# Rear lid electric assist not working



## KABJET (Jun 27, 2015)

I'm having problems with the rear luggage cover warning always coming on and then being unable to open or close the top. I've narrowed it down to when the electric close assist doesn't function which I believe latches the two side hook/latches. It's there a sensor to sense the lid closing or another problem that anyone might know causing this? 

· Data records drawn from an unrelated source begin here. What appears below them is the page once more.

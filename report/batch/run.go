package batch

import (
	"cmp"
	"context"
	"errors"
	"fmt"
	"os"
	"path/filepath"
	"runtime"
	"slices"
	"sync"
	"sync/atomic"

	"shearbook/profile/delimited"
	"shearbook/vs30/siteclass"
)

// Run does a job: it classifies every profile of the inputs and writes the
// batch's folder.
//
// An input is a file of any kind that package open reads, a pattern, a folder,
// or a manifest: a CSV table with the columns file, profile, code, datum,
// latitude, longitude and notes, known by the first. Rows come in the order of
// the inputs, of the names in a folder, and of the profiles in a file, whatever
// the number of workers.
//
// A profile that is at fault, or a file, has its rows all the same and leaves
// the others alone. Profiles are told apart in tables, workbooks, AGS4,
// SiteXML and our own JSON; where cones of AGS4 are asked for a fault is the whole
// file's, and so it is where the fault lies outside the profiles (see open.Each). The report of a profile beside one at fault is not made, which a note
// says, but for tables: a report carries its whole file, and that cannot be
// read without fault. A table with a column of profile names may be of any size:
// it is read in pieces. Where the rows of a profile do not follow one another
// they are brought together first, on disk.
//
// Everything is written into a folder inside Job.Out and moved into place at the
// end. Where ctx ends before that, what is in hand is finished and kept, and
// the outcome is Unfinished; a later run with Resume goes on from there, as it
// does after a kill, and gives the same bytes as a run in one piece. Of two runs
// in one folder at the same time the second is refused, where the system has
// locks for that.
func Run(ctx context.Context, job Job) (Outcome, error) {
	if len(job.Codes) == 0 {
		return Outcome{}, errors.New("a batch needs a code")
	}
	release, err := lockOut(job.Out)
	if err != nil {
		return Outcome{}, err
	}
	defer release()
	if w := declared(job.Out); w != nil {
		if err := install(job.Out, w); err != nil {
			return Outcome{}, err
		}
		if job.Resume && w.Job == job.digest() && w.Shard == job.Shard {
			return w.Outcome, nil
		}
	}
	work, err := openWork(&job)
	if err != nil {
		return Outcome{}, err
	}
	r := &run{job: &job, work: work, ctx: ctx, setting: setting{codes: job.Codes, facts: job.Facts}}
	r.total = sizeOf(job.Inputs)
	err = r.tables()
	work.close()
	if err != nil {
		return r.outcome, err
	}
	r.outcome.Out = job.Out
	r.outcome.sort(&job)
	if r.stopped() {
		r.outcome.Unfinished = true
		return r.outcome, nil
	}
	return r.outcome, r.finish()
}

// sizeOf returns how large files are together, 0 where they are not all files.
func sizeOf(names []string) int64 {
	total := int64(0)
	for _, name := range names {
		info, err := os.Stat(name)
		if err != nil || !info.Mode().IsRegular() {
			return 0
		}
		total += info.Size()
	}
	return total
}

// run is a job in the making.
type run struct {
	job     *Job
	work    *work
	ctx     context.Context
	setting setting // of files that no manifest names
	outcome Outcome
	all     int   // units, those of other shards among them
	shape   shape // rows of the units
	done    int64 // bytes of the input
	total   int64 // likewise; 0 where folders or patterns hide it

	free    chan *buffer // for pieces of tables
	order   chan *chunk  // in the order of the input
	todo    chan *chunk
	rooms   chan []byte // for rows
	failed  atomic.Bool
	ordinal chan int // of the next chunk's first unit; nil where nobody asks
}

func (r *run) stopped() bool { return r.ctx.Err() != nil }

func (r *run) tableOptions() delimited.Options {
	return delimited.Options{Units: r.job.Read.Units, Map: r.job.Read.Map}
}

// room is an empty buffer for rows.
func (r *run) room() []byte {
	select {
	case b := <-r.rooms:
		return b
	default:
		return make([]byte, 0, chunkSize)
	}
}

// tables writes the tables: one goroutine finds and cuts the input, workers
// classify it, and this one writes what they made, in order.
func (r *run) tables() error {
	workers := r.job.Workers
	if workers <= 0 {
		workers = runtime.GOMAXPROCS(0)
	}
	r.order, r.todo = make(chan *chunk, workers+1), make(chan *chunk, workers+1)
	r.free, r.rooms = make(chan *buffer, workers+3), make(chan []byte, 2*workers+6)
	if r.job.Shard.N > 1 || r.job.Reports != NoReports {
		r.ordinal = make(chan int, 1)
		r.ordinal <- 0
	}
	var group sync.WaitGroup
	for range workers {
		group.Go(func() {
			w := worker{run: r}
			for c := range r.todo {
				w.do(c)
			}
		})
	}
	var found error
	in := &feeder{run: r}
	in.find = inputs{job: r.job, do: in.item}
	group.Go(func() {
		defer close(r.order)
		defer close(r.todo)
		found = in.find.each()
		if found == nil {
			found = in.end()
		}
	})
	err := r.write()
	group.Wait()
	in.find.close()
	if found == errStopped {
		found = nil
	}
	return errors.Join(err, found)
}

// errStopped ends the finding of inputs where the run is over.
var errStopped = errors.New("stopped")

// write writes what was made of the chunks, in their order.
func (r *run) write() error {
	var failure error
	for c := range r.order {
		if c.done != nil {
			<-c.done
		}
		if failure == nil {
			if failure = r.one(c); failure != nil {
				r.failed.Store(true)
			}
		}
		r.release(c)
		if s := c.stream; s != nil && c.last {
			s.verdict <- s.apart.Load()
		}
	}
	return failure
}

// one writes a chunk.
func (r *run) one(c *chunk) error {
	m := &c.made
	if m.err != nil {
		return m.err
	}
	if s := c.stream; s != nil {
		if c.first {
			s.start = r.state()
		}
		if s.apart.Load() {
			return nil
		}
		if apart, err := s.watch(r, &m.names); err != nil || apart {
			return errors.Join(err, r.goBack(s.start))
		}
	}
	if c.empty {
		return nil
	}
	line := mark{File: c.it.name, Digest: c.digest, Size: c.size, Apart: c.stream != nil && c.stream.sorted != "", Last: c.last,
		All: m.all, Tally: m.tally, Rows: encode(m.rows), Names: m.names, Reports: m.reports}
	if err := r.work.add(m, c.source, line); err != nil {
		return err
	}
	r.count(&line)
	r.progress(c)
	return nil
}

// count takes a chunk that is in the tables into the sums.
func (r *run) count(m *mark) {
	r.outcome.join(&m.Tally)
	r.outcome.Reports += m.Reports
	r.all += m.All
	r.shape.add(m.Rows)
	if m.Last {
		r.done += m.Size
	}
}

func (r *run) progress(c *chunk) {
	if r.job.Progress == nil {
		return
	}
	p := Progress{Units: r.outcome.Units, Bytes: r.done, Total: r.total, Reports: r.outcome.Reports}
	if !c.last {
		p.Bytes += c.size
	}
	r.job.Progress(p)
}

// release lets the buffers of a chunk be used again.
func (r *run) release(c *chunk) {
	for _, b := range [][]byte{c.made.summary, c.made.faults} {
		if cap(b) == 0 || cap(b) > 4*chunkSize {
			continue
		}
		select {
		case r.rooms <- b[:0]:
		default:
		}
	}
	c.made.summary, c.made.faults = nil, nil
	if c.buf != nil {
		r.free <- c.buf
	}
}

// state is what a run goes back to where a table must be done anew.
type state struct {
	at      lengths
	outcome Outcome
	all     int
	shape   shape
	done    int64
}

func (r *run) state() state {
	s := state{r.work.at, r.outcome, r.all, r.shape.clone(), r.done}
	s.outcome.Classes = append([]Count(nil), r.outcome.Classes...)
	return s
}

func (r *run) goBack(s state) error {
	r.outcome, r.all, r.shape, r.done = s.outcome, s.all, s.shape, s.done
	return r.work.reset(s.at)
}

// finish makes what is derived from the tables and moves everything into place.
func (r *run) finish() error {
	dir := unfinished(r.job.Out)
	if err := os.RemoveAll(filepath.Join(dir, spillName)); err != nil {
		return r.work.failed(err)
	}
	os.Remove(filepath.Join(dir, Reports)) // where there is none in it
	if r.job.Shard.N > 1 {
		if err := r.describeShard(dir); err != nil {
			return r.work.failed(err)
		}
	} else if err := r.derive(dir); err != nil {
		return err
	}
	w := whole{Job: r.job.digest(), Shard: r.job.Shard, Outcome: r.outcome}
	if err := declare(r.job.Out, w); err != nil {
		return r.work.failed(err)
	}
	return install(r.job.Out, declared(r.job.Out))
}

func (r *run) derive(dir string) error {
	opt := r.job.Derive
	opt.Codes, opt.Facts, opt.Near = r.job.Codes, r.job.Facts, r.job.Near
	if err := Derive(dir, opt); err != nil {
		return fmt.Errorf("the tables are whole, but not what is made from them: %w", err)
	}
	return nil
}

// sort puts the counts in the order of the codes and of the classes of their
// tables, the failed last.
func (o *Outcome) sort(job *Job) {
	place := func(c Count) (code, class int) {
		code = slices.IndexFunc(job.Codes, func(k *siteclass.Code) bool { return k.ID == c.Code })
		if code < 0 {
			return len(job.Codes), 0
		}
		class = slices.IndexFunc(job.Codes[code].Bands, func(b siteclass.Band) bool { return b.Class == c.Class })
		if class < 0 {
			class = len(job.Codes[code].Bands)
		}
		return code, class
	}
	slices.SortFunc(o.Classes, func(a, b Count) int {
		codeA, classA := place(a)
		codeB, classB := place(b)
		return cmp.Or(codeA-codeB, cmp.Compare(a.Code, b.Code), classA-classB, cmp.Compare(b.Class, a.Class))
	})
}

Sent from my Lenovo K910L using Tapatalk


----------



## KABJET (Jun 27, 2015)

KABJET said:


> I'm having problems with the rear luggage cover warning always coming on and then being unable to open or close the top. I've narrowed it down to when the electric close assist doesn't function which I believe latches the two side hook/latches. It's there a sensor to sense the lid closing or another problem that anyone might know causing this?
> 
> Sent from my Lenovo K910L using Tapatalk


Dealer resolved by replacing rear trunk latch. Good so far...


----------



## vdubbya (Feb 19, 2003)

KABJET said:


> Dealer resolved by replacing rear trunk latch. Good so far...


I just started experiencing the same issue this week...expensive?


----------



## KABJET (Jun 27, 2015)

vdubbya said:


> I just started experiencing the same issue this week...expensive?


Still good so far... I think the part was about 125 and labor.

Sent from my Lenovo K910L using Tapatalk


----------



## just-jean (Sep 14, 2006)

The rear luggage cover has a metal clip on the drivers side, if that pops off (and it flies all over the trunk when it does so look around, pop it back in and your message may go away;-)


----------